DESCRIPTION OF THE TASK:
Exactly as written, set down every entry once more.

=-=-=-=-=

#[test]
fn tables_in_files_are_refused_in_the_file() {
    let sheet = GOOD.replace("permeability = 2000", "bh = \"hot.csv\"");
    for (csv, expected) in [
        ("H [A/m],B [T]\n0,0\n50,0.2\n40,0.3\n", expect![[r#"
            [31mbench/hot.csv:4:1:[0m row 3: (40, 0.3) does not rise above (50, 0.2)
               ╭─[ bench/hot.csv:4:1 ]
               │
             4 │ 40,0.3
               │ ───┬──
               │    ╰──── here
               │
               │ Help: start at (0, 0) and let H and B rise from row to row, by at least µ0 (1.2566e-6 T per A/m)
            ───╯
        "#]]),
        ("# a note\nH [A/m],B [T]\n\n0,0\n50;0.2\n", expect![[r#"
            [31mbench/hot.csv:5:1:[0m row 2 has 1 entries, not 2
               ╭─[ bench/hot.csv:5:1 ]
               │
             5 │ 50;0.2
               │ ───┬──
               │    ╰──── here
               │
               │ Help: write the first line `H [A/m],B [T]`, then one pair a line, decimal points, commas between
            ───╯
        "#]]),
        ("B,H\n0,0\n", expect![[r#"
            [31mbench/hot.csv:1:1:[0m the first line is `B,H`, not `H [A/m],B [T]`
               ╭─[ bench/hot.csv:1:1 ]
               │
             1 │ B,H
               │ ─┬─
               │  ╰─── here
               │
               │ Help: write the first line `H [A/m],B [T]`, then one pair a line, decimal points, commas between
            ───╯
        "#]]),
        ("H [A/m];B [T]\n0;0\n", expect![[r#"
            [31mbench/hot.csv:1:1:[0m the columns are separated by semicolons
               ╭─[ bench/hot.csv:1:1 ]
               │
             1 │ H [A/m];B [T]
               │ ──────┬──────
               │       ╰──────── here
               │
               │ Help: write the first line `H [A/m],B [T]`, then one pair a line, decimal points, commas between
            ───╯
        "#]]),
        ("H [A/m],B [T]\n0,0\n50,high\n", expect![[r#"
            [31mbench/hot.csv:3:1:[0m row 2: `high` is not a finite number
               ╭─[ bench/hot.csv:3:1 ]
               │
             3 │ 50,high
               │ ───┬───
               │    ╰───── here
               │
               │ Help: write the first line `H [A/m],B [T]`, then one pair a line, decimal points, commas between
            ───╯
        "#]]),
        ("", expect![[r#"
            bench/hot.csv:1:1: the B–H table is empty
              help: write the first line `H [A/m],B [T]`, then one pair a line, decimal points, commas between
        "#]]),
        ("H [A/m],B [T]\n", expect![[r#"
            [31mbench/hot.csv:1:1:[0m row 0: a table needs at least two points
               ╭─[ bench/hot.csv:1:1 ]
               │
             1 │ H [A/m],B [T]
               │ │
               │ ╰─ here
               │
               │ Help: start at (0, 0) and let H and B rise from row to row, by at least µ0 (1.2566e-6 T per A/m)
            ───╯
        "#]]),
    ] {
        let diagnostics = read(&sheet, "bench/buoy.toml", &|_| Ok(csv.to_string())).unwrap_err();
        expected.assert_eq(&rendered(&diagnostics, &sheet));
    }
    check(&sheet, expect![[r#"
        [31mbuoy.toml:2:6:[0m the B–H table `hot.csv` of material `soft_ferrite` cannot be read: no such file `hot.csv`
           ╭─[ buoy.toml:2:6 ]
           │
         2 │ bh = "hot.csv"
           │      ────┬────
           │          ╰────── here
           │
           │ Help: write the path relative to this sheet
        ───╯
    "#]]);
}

=-=-=-=-=

ANSWER FOR THIS EXERCISE:
#[test]
fn tables_in_files_are_refused_in_the_file() {
    let sheet = GOOD.replace("permeability = 2000", "bh = \"hot.csv\"");
    for (csv, expected) in [
        ("H [A/m],B [T]\n0,0\n50,0.2\n40,0.3\n", expect![[r#"
            [31mbench/hot.csv:4:1:[0m row 3: (40, 0.3) does not rise above (50, 0.2)
               ╭─[ bench/hot.csv:4:1 ]
               │
             4 │ 40,0.3
               │ ───┬──
               │    ╰──── here
               │
               │ Help: start at (0, 0) and let H and B rise from row to row, by at least µ0 (1.2566e-6 T per A/m)
            ───╯
        "#]]),
        ("# a note\nH [A/m],B [T]\n\n0,0\n50;0.2\n", expect![[r#"
            [31mbench/hot.csv:5:1:[0m row 2 has 1 entries, not 2
               ╭─[ bench/hot.csv:5:1 ]
               │
             5 │ 50;0.2
               │ ───┬──
               │    ╰──── here
               │
               │ Help: write the first line `H [A/m],B [T]`, then one pair a line, decimal points, commas between
            ───╯
        "#]]),
        ("B,H\n0,0\n", expect![[r#"
            [31mbench/hot.csv:1:1:[0m the first line is `B,H`, not `H [A/m],B [T]`
               ╭─[ bench/hot.csv:1:1 ]
               │
             1 │ B,H
               │ ─┬─
               │  ╰─── here
               │
               │ Help: write the first line `H [A/m],B [T]`, then one pair a line, decimal points, commas between
            ───╯
        "#]]),
        ("H [A/m];B [T]\n0;0\n", expect![[r#"
            [31mbench/hot.csv:1:1:[0m the columns are separated by semicolons
               ╭─[ bench/hot.csv:1:1 ]
               │
             1 │ H [A/m];B [T]
               │ ──────┬──────
               │       ╰──────── here
               │
               │ Help: write the first line `H [A/m],B [T]`, then one pair a line, decimal points, commas between
            ───╯
        "#]]),
        ("H [A/m],B [T]\n0,0\n50,high\n", expect![[r#"
            [31mbench/hot.csv:3:1:[0m row 2: `high` is not a finite number
               ╭─[ bench/hot.csv:3:1 ]
               │
             3 │ 50,high
               │ ───┬───
               │    ╰───── here
               │
               │ Help: write the first line `H [A/m],B [T]`, then one pair a line, decimal points, commas between
            ───╯
        "#]]),
        ("", expect![[r#"
            bench/hot.csv:1:1: the B–H table is empty
              help: write the first line `H [A/m],B [T]`, then one pair a line, decimal points, commas between
        "#]]),
        ("H [A/m],B [T]\n", expect![[r#"
            [31mbench/hot.csv:1:1:[0m row 0: a table needs at least two points
               ╭─[ bench/hot.csv:1:1 ]
               │
             1 │ H [A/m],B [T]
               │ │
               │ ╰─ here
               │
               │ Help: start at (0, 0) and let H and B rise from row to row, by at least µ0 (1.2566e-6 T per A/m)
            ───╯
        "#]]),
    ] {
        let diagnostics = read(&sheet, "bench/buoy.toml", &|_| Ok(csv.to_string())).unwrap_err();
        expected.assert_eq(&rendered(&diagnostics, &sheet));
    }
    check(&sheet, expect![[r#"
        [31mbuoy.toml:2:6:[0m the B–H table `hot.csv` of material `soft_ferrite` cannot be read: no such file `hot.csv`
           ╭─[ buoy.toml:2:6 ]
           │
         2 │ bh = "hot.csv"
           │      ────┬────
           │          ╰────── here
           │
           │ Help: write the path relative to this sheet
        ───╯
    "#]]);
}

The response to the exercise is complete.